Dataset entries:
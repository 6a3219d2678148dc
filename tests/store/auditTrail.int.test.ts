/**
 * The audit trail (lib/store/auditTrail.ts, migration 9): each entry's time is the database clock's and a backdated one
 * is refused; entries are hash-chained, so an entry changed, removed or slipped in with raw SQL (after dropping the
 * triggers, as someone with the file could) is found at its id; a database made before the chain is chained by the
 * migration and verifies. SQLite in memory or in a temporary file; actors, tests and details are INVENTED.
 */
import { createHash } from "node:crypto";
import fs from "node:fs";
import os from "node:os";
import path from "node:path";
import { afterEach, beforeEach, describe, expect, it } from "vitest";
import { AUDIT_GENESIS, auditChainHash } from "../../lib/store/auditChain";
import {
  AUDIT_GUARDS,
  auditAtMostEvery,
  auditTrailStatus,
  missingAuditGuards,
  verifyAuditChain,
} from "../../lib/store/auditTrail";
import { closeDb, getDb } from "../../lib/store/db";
import { databaseAtMigration } from "../fixtures/databaseAtMigration";
import { audit, listAudit } from "../../lib/store/tests";
import { auditTrailWarning } from "../../app/auditTrailWarning";

type Row = {
  id: number;
  at: string;
  actor: string | null;
  action: string;
  test_id: number | null;
  detail: string | null;
  hash: string;
};
const rows = (db = getDb()) => db.prepare("select * from audit order by id").all() as Row[];

/** Five entries written the app's way. */
function writeFive() {
  audit("jdoe", "log-in", null, null);
  audit("jdoe", "test-imported", 1, "Case A (invented)");
  audit("jdoe", "test-renamed", 1, "“Case A (invented)” → “Case B (invented)”");
  audit(null, "analysis-version", 1, "v1");
  audit("cli:operator", "account-created", null, "asmith (Dr A Smith (invented), physiologist)");
}

/** What someone with the database file and another SQLite tool can do: drop the guards. */
function dropGuards(db = getDb()) {
  for (const t of AUDIT_GUARDS) db.exec(`drop trigger if exists ${t}`);
}

describe("audit trail (SQLite in memory)", () => {
  beforeEach(() => {
    process.env.CPET_DB = ":memory:";
    closeDb();
  });
  afterEach(() => closeDb());

  it("chains each entry from the genesis value: SHA-256 over the JSON of [previous hash, id, at, actor, action, test id, detail]", () => {
    writeFive();
    const all = rows();
    expect(all.map((r) => r.id)).toEqual([1, 2, 3, 4, 5]);
    // the first entry, hashed by hand from its stored fields
    const first = all[0];
    const byHand = createHash("sha256")
      .update(`["${"0".repeat(64)}",1,"${first.at}","jdoe","log-in",null,null]`, "utf8")
      .digest("hex");
    expect(first.hash).toBe(byHand);
    // each later entry chains from the one before it
    for (let i = 1; i < all.length; i++) {
      const r = all[i];
      expect(r.hash).toBe(auditChainHash(all[i - 1].hash, { ...r, testId: r.test_id }));
    }
    expect(verifyAuditChain()).toEqual({ ok: true, rows: 5 });
    expect(missingAuditGuards()).toEqual([]);
  });

  it("takes each entry's time from the database clock, in the form Date.toISOString() gives", () => {
    const before = Date.now();
    audit("jdoe", "log-in", null, null);
    const after = Date.now();
    const { at } = rows()[0];
    expect(at).toMatch(/^\d{4}-\d\d-\d\dT\d\d:\d\d:\d\d\.\d{3}Z$/);
    // the database and this process read the same system clock; SQLite keeps milliseconds
    expect(Date.parse(at)).toBeGreaterThanOrEqual(before - 1);
    expect(Date.parse(at)).toBeLessThanOrEqual(after + 1);
  });

  it("refuses a backdated, future-dated, oddly written or unhashed entry written with raw SQL", () => {
    writeFive();
    const db = getDb();
    const fakeHash = "a".repeat(64);
    const insert =
      (at: string | null, hash: string | null = fakeHash) =>
      () =>
        db
          .prepare("insert into audit (at, actor, action, test_id, detail, hash) values (?, 'jdoe', 'report-signed', 1, null, ?)")
          .run(at, hash);
    const hourAgo = new Date(Date.now() - 3_600_000).toISOString();
    expect(insert(hourAgo)).toThrow(/database clock/);
    expect(insert(new Date(Date.now() - 5_000).toISOString())).toThrow(/database clock/);
    expect(insert(new Date(Date.now() + 60_000).toISOString())).toThrow(/database clock/);
    expect(insert("yesterday")).toThrow(/database clock/);
    expect(insert(null)).toThrow();
    // the time now, in another form (no milliseconds): refused too, so times compare as text
    expect(insert(new Date().toISOString().slice(0, 19) + "Z")).toThrow(/database clock/);
    const dbNow = (db.prepare("select strftime('%Y-%m-%dT%H:%M:%fZ', 'now') as t").get() as { t: string }).t;
    expect(insert(dbNow, null)).toThrow(/chain hash/);
    expect(rows()).toHaveLength(5);
    expect(verifyAuditChain().ok).toBe(true);
  });

  it("finds an entry changed with raw SQL after the triggers were dropped, at that entry's id", () => {
    writeFive();
    const db = getDb();
    expect(() => db.prepare("update audit set detail = 'Case Z' where id = 3").run()).toThrow(/append-only/);
    dropGuards(db);
    db.prepare("update audit set actor = 'asmith' where id = 3").run();
    const check = verifyAuditChain();
    expect(check).toMatchObject({ ok: false, firstBrokenId: 3, rows: 3 });
    expect(check.reason).toContain("entry 3 does not fit the chain");
    expect(missingAuditGuards()).toEqual([...AUDIT_GUARDS]);
  });

  it("finds a removed entry at the entry after it, and one slipped in at its own id", () => {
    writeFive();
    const db = getDb();
    dropGuards(db);
    db.prepare("delete from audit where id = 2").run();
    expect(verifyAuditChain()).toMatchObject({ ok: false, firstBrokenId: 3 });

    closeDb();
    writeFive();
    dropGuards();
    // a backdated entry with a made-up hash
    const slip = (hash: string | null) =>
      getDb()
        .prepare(
          "insert into audit (at, actor, action, test_id, detail, hash) values ('2020-01-01T00:00:00.000Z', 'jdoe', 'report-signed', 1, null, ?)",
        )
        .run(hash);
    slip("b".repeat(64));
    expect(verifyAuditChain()).toMatchObject({ ok: false, firstBrokenId: 6, rows: 6 });

    closeDb();
    writeFive();
    dropGuards();
    slip(null);
    expect(verifyAuditChain()).toMatchObject({ ok: false, firstBrokenId: 6, reason: expect.stringContaining("no chain hash") });
  });

  it("cannot tell the newest entries removed from a shorter trail (a limit of a chain on its own: docs say so)", () => {
    writeFive();
    dropGuards();
    getDb().prepare("delete from audit where id >= 4").run();
    expect(verifyAuditChain()).toEqual({ ok: true, rows: 3 });
  });

  it("status for the masthead: checks everything once, then what was added; a break stays reported", () => {
    writeFive();
    expect(auditTrailStatus()).toEqual({ ok: true, rows: 5, missingGuards: [] });
    expect(auditTrailWarning()).toEqual([]);
    audit("jdoe", "log-out", null, null);
    expect(auditTrailStatus()).toMatchObject({ ok: true, rows: 6 });

    dropGuards();
    const dropped = auditTrailStatus();
    expect(dropped).toMatchObject({ ok: true, missingGuards: [...AUDIT_GUARDS] });
    expect(auditTrailWarning(dropped)).toEqual([
      expect.stringContaining("guards were removed from the database (audit_no_update"),
    ]);

    // an older entry changed while the app runs: seen by the full check (and at the next start), not by the cheap one
    getDb().prepare("update audit set detail = 'v2' where id = 4").run();
    expect(auditTrailStatus().ok).toBe(true);
    expect(verifyAuditChain()).toMatchObject({ ok: false, firstBrokenId: 4 });
    // the newest entry checked changed: the cheap check sees it
    getDb().prepare("update audit set actor = 'nobody' where id = 6").run();
    const broken = auditTrailStatus();
    expect(broken).toMatchObject({ ok: false, firstBrokenId: 6 });
    audit("jdoe", "log-in", null, null);
    expect(auditTrailStatus()).toMatchObject({ ok: false, firstBrokenId: 6 });
    expect(auditTrailWarning()[0]).toContain("The audit trail has been altered outside this app: entry 6 was changed or removed");
  });

  it("writes an entry done again and again at most once per actor and test within the window", () => {
    expect(auditAtMostEvery(10, "jdoe", "report-viewed", 1, "report 1")).toBe(true);
    expect(auditAtMostEvery(10, "jdoe", "report-viewed", 1, "report 1")).toBe(false);
    expect(auditAtMostEvery(10, "asmith", "report-viewed", 1, "report 1")).toBe(true);
    expect(auditAtMostEvery(10, "jdoe", "report-viewed", 2, "report 2")).toBe(true);
    expect(auditAtMostEvery(10, "local user", "report-viewed", 1, "report 1")).toBe(true);
    expect(auditAtMostEvery(10, "local user", "report-viewed", 1, "report 1")).toBe(false);
    expect(listAudit(1).map((e) => e.actor)).toEqual(["local user", "asmith", "jdoe"]);
    expect(verifyAuditChain()).toEqual({ ok: true, rows: 4 });
    expect(() => auditAtMostEvery(0, "jdoe", "report-viewed", 1, null)).toThrow();
  });

  it("writes an entry again once the earlier one is older than the window", () => {
    const db = getDb();
    // an entry 11 minutes old, chained properly: possible only with the time trigger lifted, as a test does here
    db.exec("drop trigger audit_time_and_hash");
    const at = new Date(Date.now() - 11 * 60_000).toISOString();
    const fields = { id: 1, at, actor: "jdoe", action: "report-viewed", testId: 1, detail: "report 1" };
    db.prepare(
      "insert into audit (id, at, actor, action, test_id, detail, hash) values (1, ?, 'jdoe', 'report-viewed', 1, 'report 1', ?)",
    ).run(at, auditChainHash(AUDIT_GENESIS, fields));
    expect(auditAtMostEvery(10, "jdoe", "report-viewed", 1, "report 1")).toBe(true);
    expect(auditAtMostEvery(10, "jdoe", "report-viewed", 1, "report 1")).toBe(false);
    expect(verifyAuditChain()).toEqual({ ok: true, rows: 2 });
  });
});

describe("a database made before the chain (temporary file)", () => {
  let dir = "";
  beforeEach(() => {
    closeDb();
    dir = fs.mkdtempSync(path.join(os.tmpdir(), "cpet-audit-chain-"));
  });
  afterEach(() => {
    closeDb();
    fs.rmSync(dir, { recursive: true, force: true });
  });

  /** A database at migration 8 with entries written as the app wrote them then (times from the app, free text). */
  function oldDatabase(file: string) {
    const db = databaseAtMigration(file, 8, "2024-05-01T08:00:00.000Z");
    const put = db.prepare("insert into audit (id, at, actor, action, test_id, detail) values (?, ?, ?, ?, ?, ?)");
    put.run(1, "2024-05-01T08:00:00.000Z", "system", "test-imported", 1, "Demo A (invented)");
    put.run(2, "2024-05-01T08:05:00.000Z", null, "account-created", null, "jdoe (Dr J Doe (invented), clinician)");
    // an id gap, a detail with quotes, commas and non-Latin letters
    put.run(7, "2024-05-02T09:00:00.000Z", "jdoe", "test-renamed", 1, '“Demo A” → "Тест, β"');
    db.close();
  }

  it("chains the entries already there, in id order from the genesis, the same way every time, and goes on chaining", () => {
    const a = path.join(dir, "a.sqlite");
    const b = path.join(dir, "b.sqlite");
    oldDatabase(a);
    oldDatabase(b);
    process.env.CPET_DB = a;
    expect(verifyAuditChain()).toEqual({ ok: true, rows: 3 });
    const migrated = rows();
    // by hand: entry 1 from the genesis, entry 2 from entry 1, entry 7 from entry 2
    let previous = AUDIT_GENESIS;
    for (const r of migrated) {
      previous = auditChainHash(previous, { ...r, testId: r.test_id });
      expect(r.hash).toBe(previous);
    }
    expect(migrated.map((r) => r.at)).toEqual([
      "2024-05-01T08:00:00.000Z",
      "2024-05-01T08:05:00.000Z",
      "2024-05-02T09:00:00.000Z",
    ]);
    audit("jdoe", "log-in", null, null);
    expect(rows().at(-1)!.id).toBe(8);
    expect(verifyAuditChain()).toEqual({ ok: true, rows: 4 });
    expect(missingAuditGuards()).toEqual([]);
    // the trail is append-only again after the migration's one pass
    expect(() => getDb().prepare("update audit set detail = 'x' where id = 1").run()).toThrow(/append-only/);
    closeDb();

    process.env.CPET_DB = b;
    expect(rows().map((r) => r.hash)).toEqual(migrated.map((r) => r.hash));
  });
});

→ What the task requires
Filter the entries and copy out every line with the word "refused".

→ Result
 * is refused; entries are hash-chained, so an entry changed, removed or slipped in with raw SQL (after dropping the
    // the time now, in another form (no milliseconds): refused too, so times compare as text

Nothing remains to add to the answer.